You’re Going to Die Alone! Part Two
Happy Vawentine’s Day, fwends. I hope you’ve all got plans to go eat an overpriced dinner at an overhyped restaurant and then have disappointing sex with someone you plan on breaking up with soon anyways. As for me, this has been a period of reflection (and chocolate), and it has made me think of one thing in particular.
When I was in eighth grade, I went through a period of darkness. I wore a lot of black eyeliner, and oversized black shirts supporting Taking Back Sunday and Brand New. I liked wearing unnecessary safety pins on the shoulders of my basically brand new clothes, as I did not truly understand the punk aesthetic. I was a tortured soul, and no one understood me or my dandruff.
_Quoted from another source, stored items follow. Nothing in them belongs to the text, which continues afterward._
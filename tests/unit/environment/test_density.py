"""Density laws as classes: the laws' values and the penetrating flux they give."""

import warnings

import numpy as np
import pytest

from pockmark.ballistics import cour_palais_1987
from pockmark.environment.density import density_classes, kessler_1991_density
from pockmark.environment.flux import debris_flux, meteoroid_flux
from pockmark.environment.grun_1985 import grun_1985
from pockmark.errors import InputError, ModelRangeWarning


def test_kessler_1991_law_values():
    """ρ = 2.8 d^-0.74 above 0.62 cm, 4 below; continuous at the break to 0.3 %
    (law from memory, shared reference note on the environment §1.6; values computed)."""
    np.testing.assert_allclose(kessler_1991_density([0.1, 1.0, 10.0]), [4.0, 2.8, 0.5096],
                               rtol=1e-3)
    assert 2.8 * 0.62**-0.74 == pytest.approx(4.0, rel=3e-3)


def test_ssp_30425_classes_cover_the_mass_steps():
    """2 g cm⁻³ below 1e-6 g, 1 to 1e-2 g, 0.5 above (from memory, same note §2.6): each
    class's diameter bounds are the step masses at the class's density."""
    (a, b, c) = density_classes("ssp_30425", "meteoroid")
    assert (a[0], b[0], c[0]) == (2.0, 1.0, 0.5)
    mass = lambda rho, d: np.pi / 6 * rho * d**3  # noqa: E731
    assert mass(2.0, a[2]) == pytest.approx(1e-6) and mass(1.0, b[1]) == pytest.approx(1e-6)
    assert mass(1.0, b[2]) == pytest.approx(1e-2) and mass(0.5, c[1]) == pytest.approx(1e-2)
    assert c[2] == np.inf


def test_kessler_classes_follow_the_law_within_nine_percent():
    classes = density_classes("kessler_1991", "debris")
    assert classes[0] == (4.0, 0.0, 0.62)
    for rho, smallest, largest in classes[1:-1]:
        for d in (smallest, largest):
            assert rho == pytest.approx(float(kessler_1991_density(d * (1 + 1e-12))), rel=0.095)
    assert classes[-1][2] == np.inf


def test_unknown_or_foreign_laws_raise():
    with pytest.raises(InputError, match="unknown debris density law 'ssp_30425'"):
        density_classes("ssp_30425", "debris")
    with pytest.raises(InputError, match="unknown meteoroid density law"):
        meteoroid_flux(400.0, projectile_density="aluminium")


def _single_wall(v, thickness):
    return lambda rho: cour_palais_1987(v, 0.0, rho, thickness, 2.713, 95.0, 5.1)


@pytest.mark.parametrize("thickness", [0.005, 0.05, 3.0])
def test_meteoroid_law_matches_a_brute_force_sum(thickness):
    """With the SSP steps, the class sum equals a fine sum over mass of the particles that
    penetrate at their own density (d(m) ≥ d_c(ρ(m)), Grün flux per mass cell; 0.5 % for the
    grid), and differs from the single-density result."""
    flux = meteoroid_flux(400.0, projectile_density="ssp_30425")
    scale = 4.0 * flux.parameters["focusing_factor"] * flux.parameters["motion_factor"]
    masses = np.geomspace(1e-12, 1e2, 20000)
    middles = np.sqrt(masses[:-1] * masses[1:])
    rho = np.where(middles < 1e-6, 2.0, np.where(middles < 1e-2, 1.0, 0.5))
    diameters = (6.0 * middles / (np.pi * rho)) ** (1.0 / 3.0)
    penetrates = diameters >= _single_wall(20.0, thickness)(rho)
    cells = scale * (grun_1985(masses[:-1]) - grun_1985(masses[1:]))
    expected = float(np.sum(cells[penetrates]))
    got = flux.penetrating_flux(_single_wall(20.0, thickness))
    assert got == pytest.approx(expected, rel=5e-3)
    # a thin foil is failed by particles of the 2 g cm⁻³ step, a thick plate by the
    # 0.5 g cm⁻³ step; between them the law's middle step equals the single 1 g cm⁻³
    one_density = meteoroid_flux(400.0).penetrating_flux(_single_wall(20.0, thickness))
    if thickness == 0.05:
        assert got == pytest.approx(one_density, rel=1e-9)
    else:
        assert abs(got / one_density - 1.0) > 0.02


def test_debris_law_matches_a_brute_force_sum_to_the_class_width():
    """The 1991 law's classes give a fine sum over diameter with the exact law (a cell
    penetrates when d ≥ d_c(ρ(d))) to 3 % (the classes hold the density to ±9 %, which
    moves d_c by ±4.5 % through ρ^(-1/2))."""
    flux = debris_flux(400.0, 51.6, 2030.0, 100.0, projectile_density="kessler_1991")
    grid = np.geomspace(1e-3, 100.0, 6000)
    middles = np.sqrt(grid[:-1] * grid[1:])
    with warnings.catch_warnings():
        warnings.simplefilter("ignore", ModelRangeWarning)
        cumulative = flux.cumulative_flux(grid)
        for thickness in (0.05, 0.5, 2.0):
            def critical(rho, t=thickness):
                return cour_palais_1987(10.0, 0.0, rho, t, 2.713, 95.0, 5.1)

            penetrates = middles >= critical(kessler_1991_density(middles))
            expected = float(np.sum((cumulative[:-1] - cumulative[1:])[penetrates]))
            assert flux.penetrating_flux(critical) == pytest.approx(expected, rel=3e-2)


def test_one_density_is_unchanged():
    flux = debris_flux(400.0, 51.6, 2030.0, 100.0)
    assert flux.density_classes() == [(2.8, 0.0, np.inf)]
    d = np.array([0.01, 0.3, 2.0])
    np.testing.assert_array_equal(flux.penetrating_flux(lambda rho: d), flux.cumulative_flux(d))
But, at home, I still watched Disney movies. I would come home, write in my journal, and watch The Little Mermaid over and over again until I could recite every line of dialogue and imitate every sound effect. I would wear my jelly bracelets and scowl at the pRePpIeS in school, and then come home and ache for someone to crash his boat into me.
What’s your point, Lisa? That you have no friends?
Well, I don’t, but no. That’s not my point. My point is this: I am ruined forever. Dark soul listening to Nine Inch Nails or little dork listening to Britney Spears, I don’t understand what is normal when it comes to love. (As I made very clear in my post earlier in the week.) What is acceptable? What should make me run the other way?
I cannot date without breaking into a cold sweat over whether this guy is a serial killer or a creepy-but-sweet dating prospect. As it is Valentine’s Day, I will celebrate by chewing on dry, chalky hearts and giving you a run-down of my dating expectations and how they’ve evolved over the last ten years.
See, the thing about being ~dArK~ when you’re thirteen is that the world is still full of possibilities. I just knew that my punxrawker prince was out there, writing a Harry Potter fanfiction piece where I was the Mary Sue. And now? A lady is lucky to find a guy with all of his teeth. HAPPY FEBRUARY FOURTEENTH, FUCKERS!